Я и мой приятель Сторожев, с которым мы сошлись на почве увлечения театром, а потом через много лет резко разошлись, когда он стал вилять хвостом перед большевиками, задумали сделать Барнаю на его бенефисе подношение особого рода. Мы перевели на немецкий язык статью Белинского об игре Мочалова в "Гамлете", написали к этой статье предисловие с разъяснением, кто такие были Белинский и Мочалов, и решили поднести Барнаю этот литературный презент, разумеется, в изящной папке, украшенной портретом Мочалова.
Вот тогда-то я и подошел в театре к Юрьеву поделиться с ним нашим замыслом и узнать его мнение насчет нашего плана. Старик пришел в восторг и, к моей великой радости, пригласил меня к себе потолковать о театре.
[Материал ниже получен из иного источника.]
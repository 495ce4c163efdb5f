import assert from 'node:assert/strict';
import type { Page } from 'puppeteer-core';

/** Names of the elements that hold each other, from the page inwards; the last may be any selector. */
export type Path = string[];

/** Runs a function in the page on the first element at a path through shadow trees; null where there is none. It may use nothing from outside but its second argument. */
export async function at<T, A = undefined>(page: Page, path: Path, read: (element: HTMLElement, given: A) => T | Promise<T>, given?: A): Promise<T | null> {
  const body = `(() => {
    let node = document;
    for (const step of ${JSON.stringify(path)}) {
      node = (node.shadowRoot ?? node).querySelector(step);
      if (node === null) return null;
    }
    return (${read.toString()})(node, ${JSON.stringify(given) ?? 'undefined'});
  })()`;
  return (await page.evaluate(body)) as T | null;
}

export async function until(what: string, holds: () => Promise<boolean>, patience_ms = 30_000): Promise<void> {
  for (const end = Date.now() + patience_ms; Date.now() < end; ) {
    if (await holds()) return;
    await new Promise((done) => setTimeout(done, 50));
  }
  assert.fail(`never came about: ${what}`);
}

/** Whether the design on the page has its result, and the plate shows it. */
export async function solved(page: Page): Promise<boolean> {
  const status = await at(page, ['hm-app', 'hm-messages'], (messages) => (messages as unknown as { findings: { status: string } }).findings.status);
  return status === 'complete' && (await at(page, ['hm-app', 'hm-plate', 'svg path'], () => true)) === true;
}

export async function untilSolved(page: Page): Promise<void> {
  await until('a solved design with its diagram', () => solved(page));
}

/** Text of the design on the page, as it would be written into its file. */
export async function designText(page: Page): Promise<string> {
  return (await at(page, ['hm-app', 'hm-strip'], (strip) => JSON.stringify((strip as unknown as { design: object }).design))) ?? '';
}

export async function title(page: Page): Promise<string> {
  return (await at(page, ['hm-app', 'hm-strip'], (strip) => (strip as unknown as { design: { title: string } }).design.title)) ?? '';
}

/** Everything that the page's messages say. */
export async function said(page: Page): Promise<string> {
  return (await at(page, ['hm-app', 'hm-messages'], (messages) => messages.shadowRoot!.textContent!.replace(/\s+/g, ' '))) ?? '';
}

/** Presses the button whose words begin like this inside an element. @returns whether it is there and can be pressed */
export async function press(page: Page, within: Path, words: string): Promise<void> {
  const pressed = await at(
    page,
    within,
    (element, wanted) => {
      const button = [...(element.shadowRoot ?? element).querySelectorAll('button')].find((candidate) => candidate.textContent!.trim().startsWith(wanted));
      button?.click();
      return button !== undefined && !button.disabled;
    },
    words,
  );
  assert.equal(pressed, true, `no button "${words}" to press in ${within.join(' ')}`);
}

/** Hands every file that the page would download to the scenario instead. */
export async function catchFiles(page: Page): Promise<() => Promise<{ name: string; text: string }[]>> {
  await page.evaluate(() => {
    const held = new Map<string, Blob>();
    const caught: Promise<{ name: string; text: string }>[] = [];
    (window as unknown as { caught: typeof caught }).caught = caught;
    // A picker of files cannot be answered here: the page falls back to a download.
    Object.defineProperty(window, 'showSaveFilePicker', { value: undefined });
    const make = URL.createObjectURL.bind(URL);
    URL.createObjectURL = (blob: Blob) => {
      const address = make(blob);
      held.set(address, blob);
      return address;
    };
    HTMLAnchorElement.prototype.click = function () {
      const { download } = this;
      caught.push(held.get(this.href)!.text().then((text) => ({ name: download, text })));
    };
  });
  return () => page.evaluate(() => Promise.all((window as unknown as { caught: Promise<{ name: string; text: string }>[] }).caught));
}
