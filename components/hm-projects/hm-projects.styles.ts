import { css } from 'lit';

export const styles = css`
  :host {
    display: contents;
  }
  .bar {
    display: flex;
    flex-wrap: wrap;
    gap: 0.4rem;
    margin-bottom: 0.6rem;
  }
  .button {
    position: relative;
    display: inline-flex;
    align-items: center;
    border: 1px solid var(--edge);
    border-radius: 2px;
    padding: 2px 6px;
    cursor: pointer;
  }
  .button:hover {
    background: var(--wash);
  }
  .button:focus-within {
    outline: 2px solid var(--choice);
    outline-offset: 1px;
  }
  .button input {
    position: absolute;
    inset: 0;
    opacity: 0;
    cursor: pointer;
  }
  ul {
    list-style: none;
    margin: 0;
    padding: 0;
  }
  li {
    display: grid;
    grid-template-columns: minmax(10rem, 1fr) auto auto;
    align-items: center;
    gap: 0.25rem 0.75rem;
    padding: 0.35rem 0;
    border-top: 1px solid var(--line);
    --field-width: 100%;
  }
  .open {
    box-shadow: inset 3px 0 0 var(--choice);
    padding-inline-start: 0.5rem;
  }
  hm-field,
  .name {
    min-width: 0;
    overflow-wrap: anywhere;
  }
  hm-field {
    display: block;
  }
  .when {
    color: var(--faint);
    font-size: 0.8125rem;
  }
  .row {
    display: flex;
    flex-wrap: wrap;
    gap: 0.3rem;
  }
  .sure {
    border-color: var(--trouble);
    color: var(--trouble);
    font-weight: 600;
  }
  h3 {
    font-size: 0.9375rem;
    margin: 1rem 0 0.25rem;
  }
  p {
    margin: 0 0 0.4rem;
  }
  .remark:empty {
    margin: 0;
  }
  @media (max-width: 640px) {
    li {
      grid-template-columns: 1fr;
    }
  }
`;
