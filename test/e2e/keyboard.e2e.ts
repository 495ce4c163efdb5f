import assert from 'node:assert/strict';
import type { Page } from 'puppeteer-core';
import { scenario } from './harness.ts';
import { catchFiles, designText, title, until, untilSolved } from './inside.ts';

/** What has the focus, through every shadow tree: a line of its role, its name and the element around it. */
const focused = (page: Page): Promise<string> =>
  page.evaluate(() => {
    let node = document.activeElement;
    while (node?.shadowRoot?.activeElement) node = node.shadowRoot.activeElement;
    if (node === null) return '';
    const host = (node.getRootNode() as ShadowRoot).host as (HTMLElement & { label?: string }) | undefined;
    const label = node.getAttribute('aria-label') ?? (node as HTMLInputElement).labels?.[0]?.textContent ?? host?.label ?? node.textContent ?? '';
    return `${host?.localName ?? 'page'} ${node.getAttribute('role') ?? node.localName}: ${label.trim().replace(/\s+/g, ' ')}`;
  });

/** Presses Tab, if need be, until the focus stands on something like this. */
async function tabTo(page: Page, wanted: RegExp, back = false): Promise<void> {
  const met: string[] = [await focused(page)];
  if (wanted.test(met[0])) return;
  if (back) await page.keyboard.down('Shift');
  try {
    for (let i = 0; i < 150; i++) {
      await page.keyboard.press('Tab');
      const there = await focused(page);
      if (wanted.test(there)) return;
      met.push(there);
    }
  } finally {
    if (back) await page.keyboard.up('Shift');
  }
  assert.fail(`the Tab key never came to ${wanted}; it met ${[...new Set(met)].join(' | ')}`);
}
async function type(page: Page, text: string): Promise<void> {
  await page.keyboard.down('Control');
  await page.keyboard.press('KeyA');
  await page.keyboard.up('Control');
  await page.keyboard.type(text);
  await page.keyboard.press('Enter');
}
interface Stack {
  title: string;
  top: { kind: string };
  layers: { name: string; thickness: string; material: string; dopants?: { concentration: unknown }[] }[];
}
const stack = async (page: Page): Promise<Stack> => JSON.parse(await designText(page)) as Stack;

scenario('A whole job by the keyboard alone: a new project, three layers, a contact, a picture of it taken away', async ({ page, open }) => {
  await open();
  await untilSolved(page);

  await tabTo(page, /^hm-conditions button: Projects/);
  await page.keyboard.press('Enter');
  await tabTo(page, /^hm-projects button: New project/);
  await page.keyboard.press('Enter');
  await until('the new project', async () => (await title(page)) === 'untitled');
  await untilSolved(page);
  const before = (await stack(page)).layers.length;

  // Layers are put in below the chosen one.
  await tabTo(page, /^hm-strip option: /);
  for (let count = before + 1; count <= 3; count++) {
    await page.keyboard.press('Insert');
    await until(`${count} layers`, async () => (await stack(page)).layers.length === count);
    await until('the focus in the strip', async () => /^hm-strip option: /.test(await focused(page)));
  }
  await page.keyboard.press('Enter');
  await tabTo(page, /^hm-field input: thickness/i);
  await type(page, '150 nm');
  await until('the thickness', async () => (await stack(page)).layers.some((layer) => layer.thickness === '150 nm'));

  // To the contact at the surface.
  await page.keyboard.press('Escape');
  await until('the focus in the strip', async () => /^hm-strip option: /.test(await focused(page)));
  for (let i = 0; i < 5 && !/contact|surface|top/i.test(await focused(page)); i++) await page.keyboard.press('ArrowLeft');
  await page.keyboard.press('Enter');
  const first = (await stack(page)).top.kind;
  await tabTo(page, /^hm-contact-form /);
  await page.keyboard.press('ArrowDown');
  await page.keyboard.press('Enter');
  await until('another contact', async () => (await stack(page)).top.kind !== first);
  await untilSolved(page);

  const files = await catchFiles(page);
  await tabTo(page, /^hm-conditions button: Take away/, true);
  await page.keyboard.press('Enter');
  await tabTo(page, /^hm-leave button: SVG/);
  await page.keyboard.press('Enter');
  await until('the file', async () => (await files()).length === 1);
  assert.match((await files())[0].name, /\.svg$/);
  assert.match((await files())[0].text, /^(<\?xml[^\n]*\n)?<svg /);
  assert.equal((await stack(page)).layers.length, 3);
});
Еле дождавшись назначенного дня, я стрелой налетел к Сухаревой башне, близ которой на Садовой жил Юрьев в маленьком, довольно ветхом домишке [Салтыков, очень любивший Юрьева, в одной из своих сатир писал: "Есть еще в Москве милые чудаки, которые каждое утро выходят из дому посмотреть — кто выше: Шекспир или Сухарева башня?"]. И вот — вообразите себе такую сценку: в маленьком кабинетике сидит за столиком юный студент, весь ушедший в слух и зрение. Стакан чая стоит перед ним на столике. А по кабинетику шагает высокий старик, длинные седые волосы его развеваются локонами, он усиленно жестикулирует и густым басом без умолку говорит о театре, о том, как Мочалов играл Гамлета и Лира, о том, какие дальнейшие перспективы раскрываются перед русским театром и т. д. Он говорит, и ходит, и время от времени приостанавливается у столика, и прихлебывает чай... из моего стакана. Так он и выпил весь стакан, любезно им мне предложенный. То было проявление баснословной рассеянности Юрьева, о которой куча анекдотов ходила по Москве. Приведу два образчика. В одном либерально-великосветском салоне Юрьев после горячей тирады о конституции подошел к хозяйке проститься. Рядом с хозяйкой на пышном пуфе торжественно возлежала породистая кошка. Юрьев, к ужасу хозяйки, схватил кошку, положил ее себе на голову, думая, что надевает шляпу, и в таком виде направился к выходу. Юрьев был очень дружен с Островским. Как-то раз утром он говорит слуге: "Отнеси Островскому эту записку". Слуге идти не хотелось. Он выждал, когда барин поедет из дому, и подавая Юрьеву пальто, как бы между делом говорит ему: "Сергей Андреевич, вот тут какая-то записка к Островскому, может быть, вы отвезете ее". Юрьев, думая совсем о другом, машинально берет у слуги записку и, забывая, куда он хотел ехать, велит кучеру везти себя к Островскому. Приехав к Островскому, он, конечно, уже забыл о записке, просидел у Островского весь вечер в приятельской беседе, но уже уезжая, вдруг вспомнил про записку и говорит: "Ах, я забыл, ведь меня просили передать тебе какую-то записку". Развернул Островский записку и прочел в ней: "Никак не могу сегодня у тебя быть. Твой Юрьев".
Москва горячо любила Юрьева. Он умер, как и жил, — энтузиастом театра, свято выполняя призыв Белинского: "Идите, идите в театры; идите и умрите там". Ехал Юрьев вечером на извозчике и вдруг почувствовал себя дурно. Извозчик спрашивает: "Куда везти вас, барин?" — "В театр", — крикнул Юрьев и впал в бессознательное состояние. Извозчик привез седока в театр. Юрьева под руки ввели в театральные сени, и он — тут же скончался.
Много лет спустя Федотова говорила мне, вспоминая былое: "Мы, актеры, бывало, не на то смотрим, много ли публики в театре, а ищем глазами, пришел ли Юрьев. Коли пришел — ну, значит, вечер будет интересный; в каждом антракте он прибежит за кулисы и по косточкам разберет игру каждого актера; ни одного промаха не оставит без замечания, а коли похвалит, то-то была радость!"